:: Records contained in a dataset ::
Content starts
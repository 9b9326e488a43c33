package sillet.acoustics.moves;

import static org.assertj.core.api.Assertions.assertThat;
import static org.assertj.core.api.Assertions.assertThatThrownBy;

import java.util.Map;
import org.junit.jupiter.api.Test;

class AimTest {
  @Test
  void theNeckIsFretsOneToTwelveAlike() {
    assertThat(Aim.NECK.weights()).hasSize(12).containsEntry(1, 1.0).containsEntry(12, 1.0);
    assertThat(Aim.OCTAVE.weights()).containsOnlyKeys(12);
  }

  @Test
  void refusesFretsAndWeightsThatAreNone() {
    for (Map<Integer, Double> bad :
        java.util.List.<Map<Integer, Double>>of(
            Map.of(), Map.of(0, 1.0), Map.of(25, 1.0), Map.of(3, 0.0), Map.of(3, Double.NaN))) {
      assertThatThrownBy(() -> Aim.frets(bad)).isInstanceOf(IllegalArgumentException.class);
    }
  }
}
Content ends
:: Task statement ::
Taking the records above as input, show every line in which the word "Double" is present.

:: Written response ::
    for (Map<Integer, Double> bad :
        java.util.List.<Map<Integer, Double>>of(
            Map.of(), Map.of(0, 1.0), Map.of(25, 1.0), Map.of(3, 0.0), Map.of(3, Double.NaN))) {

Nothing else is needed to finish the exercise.